[Start of Attachment]

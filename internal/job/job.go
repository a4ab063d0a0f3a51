package job

import (
	"fmt"
	"path/filepath"
	"pqfab/nodes/bars"
	"pqfab/quadnet"
	"regexp"

	"pqfab/geom"
	"pqfab/nodes"
	"pqfab/panels"
	"pqfab/panels/nest"
)

// Job is a build job file (TOML). Every key is optional except net.file
// and at least one stock sheet; defaults are the library defaults.
type Job struct {
	Title    string   `toml:"title"`
	Net      Net      `toml:"net"`
	Supports Supports `toml:"supports"`
	Flatness Flatness `toml:"flatness"`
	Nodes    Nodes    `toml:"nodes"`
	Member   Member   `toml:"member"`
	Panel    Panel    `toml:"panel"`
	Types    Types    `toml:"types"`
	Stock    []Stock  `toml:"stock"`
	Nesting  Nesting  `toml:"nesting"`
	Bar      []Bar    `toml:"bar"`
	Rates    *Rates   `toml:"rates"`
	Site     Site     `toml:"site"`
	// PanelType changes the panel settings for some panels: a type, or
	// panels picked by label or by bay.
	PanelType []PanelTypeSpec `toml:"panel_type"`
	File      string          `toml:"-"` // the job file's name, for messages
	lines     *keyLines       // where each key is, for messages
}

// Net is the [net] table.
type Net struct {
	File       string  `toml:"file"`
	Unit       string  `toml:"unit"`
	Reorient   bool    `toml:"reorient"`
	MergeTolMM float64 `toml:"merge_tol_mm"`
}

// Supports is the [supports] table.
type Supports struct {
	Mode  string   `toml:"mode"`  // boundary, none, file, list
	Nodes []string `toml:"nodes"` // node ids for mode = "list"
}

// Flatness is the [flatness] table.
type Flatness struct {
	TolMM        float64 `toml:"tolerance_mm"`
	MaxMoveMM    float64 `toml:"max_move_mm"`
	Fairness     float64 `toml:"fairness"`
	VerticalOnly bool    `toml:"vertical_only"`
	MaxIter      int     `toml:"max_iterations"`
}

// Nodes is the [nodes] table.
type Nodes struct {
	Axis        string  `toml:"axis"`
	HubRadiusMM float64 `toml:"hub_radius_mm"`
	BayMM       float64 `toml:"bay_mm"`
}

// Member is the [member] table: the member section and its material.
// The section is solid (weight from width, depth and density), hollow
// (a rectangular hollow section with walls wall_mm thick) or mass (its
// weight is mass_kg_m, such as a catalogue section's).
type Member struct {
	Material    string  `toml:"material"`
	Section     string  `toml:"section"` // solid, hollow or mass
	WidthMM     float64 `toml:"width_mm"`
	DepthMM     float64 `toml:"depth_mm"`
	WallMM      float64 `toml:"wall_mm"`   // section = "hollow"
	MassKgM     float64 `toml:"mass_kg_m"` // section = "mass"
	DensityKgM3 float64 `toml:"density_kg_m3"`
}

// Member section kinds (member.section).
const (
	SectionSolid  = "solid"
	SectionHollow = "hollow"
	SectionMass   = "mass"
)

// MaxMassKgM bounds member.mass_kg_m: a heavier member is a unit mistake.
const MaxMassKgM = 10000.0

// SectionOf returns the section for drawings (the wall only when hollow).
func (m Member) SectionOf() nodes.Section {
	s := nodes.Section{WidthMM: m.WidthMM, DepthMM: m.DepthMM}
	if m.Section == SectionHollow {
		s.WallMM = m.WallMM
	}
	return s
}

// KgPerM returns the members' mass per metre: the section's area times
// the density, or mass_kg_m.
func (m Member) KgPerM() float64 {
	if m.Section == SectionMass {
		return m.MassKgM
	}
	return m.SectionOf().AreaMM2() / 1e6 * m.DensityKgM3
}

// checkSection checks the member section's kind and the keys that go
// with it.
func (j *Job) checkSection() error {
	m := j.Member
	switch m.Section {
	case SectionSolid, SectionHollow, SectionMass:
	default:
		return j.Errorf("member.section", "%q: want %q, %q (with wall_mm) or %q (with mass_kg_m)", short(m.Section), SectionSolid, SectionHollow, SectionMass)
	}
	given := func(key string) bool { return j.lines.line(key) > 0 }
	if m.Section != SectionHollow && given("member.wall_mm") {
		return j.Errorf("member.wall_mm", "is read only with section = %q (this member's section is %q)", SectionHollow, m.Section)
	}
	if m.Section != SectionMass && given("member.mass_kg_m") {
		return j.Errorf("member.mass_kg_m", "is read only with section = %q (this member's section is %q)", SectionMass, m.Section)
	}
	if m.Section == SectionHollow && !given("member.wall_mm") {
		return j.Errorf("member.section", "%q needs wall_mm, the wall thickness", SectionHollow)
	}
	if m.Section == SectionMass {
		if !given("member.mass_kg_m") {
			return j.Errorf("member.section", "%q needs mass_kg_m, the mass per metre", SectionMass)
		}
		if !(m.MassKgM > 0) || m.MassKgM > MaxMassKgM {
			return j.Errorf("member.mass_kg_m", "%g must be more than 0 and at most %g kg/m", m.MassKgM, MaxMassKgM)
		}
	}
	return nil
}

[End of Attachment]

:: ASSIGNED TASK ::
Please repeat the data above verbatim, all of it.

:: RESULT FOR THIS TASK ::
filename internal/job/job.go
repository a4ab063d0a0f3a51
package job

import (
	"fmt"
	"path/filepath"
	"pqfab/nodes/bars"
	"pqfab/quadnet"
	"regexp"

	"pqfab/geom"
	"pqfab/nodes"
	"pqfab/panels"
	"pqfab/panels/nest"
)

// Job is a build job file (TOML). Every key is optional except net.file
// and at least one stock sheet; defaults are the library defaults.
type Job struct {
	Title    string   `toml:"title"`
	Net      Net      `toml:"net"`
	Supports Supports `toml:"supports"`
	Flatness Flatness `toml:"flatness"`
	Nodes    Nodes    `toml:"nodes"`
	Member   Member   `toml:"member"`
	Panel    Panel    `toml:"panel"`
	Types    Types    `toml:"types"`
	Stock    []Stock  `toml:"stock"`
	Nesting  Nesting  `toml:"nesting"`
	Bar      []Bar    `toml:"bar"`
	Rates    *Rates   `toml:"rates"`
	Site     Site     `toml:"site"`
	// PanelType changes the panel settings for some panels: a type, or
	// panels picked by label or by bay.
	PanelType []PanelTypeSpec `toml:"panel_type"`
	File      string          `toml:"-"` // the job file's name, for messages
	lines     *keyLines       // where each key is, for messages
}

// Net is the [net] table.
type Net struct {
	File       string  `toml:"file"`
	Unit       string  `toml:"unit"`
	Reorient   bool    `toml:"reorient"`
	MergeTolMM float64 `toml:"merge_tol_mm"`
}

// Supports is the [supports] table.
type Supports struct {
	Mode  string   `toml:"mode"`  // boundary, none, file, list
	Nodes []string `toml:"nodes"` // node ids for mode = "list"
}

// Flatness is the [flatness] table.
type Flatness struct {
	TolMM        float64 `toml:"tolerance_mm"`
	MaxMoveMM    float64 `toml:"max_move_mm"`
	Fairness     float64 `toml:"fairness"`
	VerticalOnly bool    `toml:"vertical_only"`
	MaxIter      int     `toml:"max_iterations"`
}

// Nodes is the [nodes] table.
type Nodes struct {
	Axis        string  `toml:"axis"`
	HubRadiusMM float64 `toml:"hub_radius_mm"`
	BayMM       float64 `toml:"bay_mm"`
}

// Member is the [member] table: the member section and its material.
// The section is solid (weight from width, depth and density), hollow
// (a rectangular hollow section with walls wall_mm thick) or mass (its
// weight is mass_kg_m, such as a catalogue section's).
type Member struct {
	Material    string  `toml:"material"`
	Section     string  `toml:"section"` // solid, hollow or mass
	WidthMM     float64 `toml:"width_mm"`
	DepthMM     float64 `toml:"depth_mm"`
	WallMM      float64 `toml:"wall_mm"`   // section = "hollow"
	MassKgM     float64 `toml:"mass_kg_m"` // section = "mass"
	DensityKgM3 float64 `toml:"density_kg_m3"`
}

// Member section kinds (member.section).
const (
	SectionSolid  = "solid"
	SectionHollow = "hollow"
	SectionMass   = "mass"
)

// MaxMassKgM bounds member.mass_kg_m: a heavier member is a unit mistake.
const MaxMassKgM = 10000.0

// SectionOf returns the section for drawings (the wall only when hollow).
func (m Member) SectionOf() nodes.Section {
	s := nodes.Section{WidthMM: m.WidthMM, DepthMM: m.DepthMM}
	if m.Section == SectionHollow {
		s.WallMM = m.WallMM
	}
	return s
}

// KgPerM returns the members' mass per metre: the section's area times
// the density, or mass_kg_m.
func (m Member) KgPerM() float64 {
	if m.Section == SectionMass {
		return m.MassKgM
	}
	return m.SectionOf().AreaMM2() / 1e6 * m.DensityKgM3
}

// checkSection checks the member section's kind and the keys that go
// with it.
func (j *Job) checkSection() error {
	m := j.Member
	switch m.Section {
	case SectionSolid, SectionHollow, SectionMass:
	default:
		return j.Errorf("member.section", "%q: want %q, %q (with wall_mm) or %q (with mass_kg_m)", short(m.Section), SectionSolid, SectionHollow, SectionMass)
	}
	given := func(key string) bool { return j.lines.line(key) > 0 }
	if m.Section != SectionHollow && given("member.wall_mm") {
		return j.Errorf("member.wall_mm", "is read only with section = %q (this member's section is %q)", SectionHollow, m.Section)
	}
	if m.Section != SectionMass && given("member.mass_kg_m") {
		return j.Errorf("member.mass_kg_m", "is read only with section = %q (this member's section is %q)", SectionMass, m.Section)
	}
	if m.Section == SectionHollow && !given("member.wall_mm") {
		return j.Errorf("member.section", "%q needs wall_mm, the wall thickness", SectionHollow)
	}
	if m.Section == SectionMass {
		if !given("member.mass_kg_m") {
			return j.Errorf("member.section", "%q needs mass_kg_m, the mass per metre", SectionMass)
		}
		if !(m.MassKgM > 0) || m.MassKgM > MaxMassKgM {
			return j.Errorf("member.mass_kg_m", "%g must be more than 0 and at most %g kg/m", m.MassKgM, MaxMassKgM)
		}
	}
	return nil
}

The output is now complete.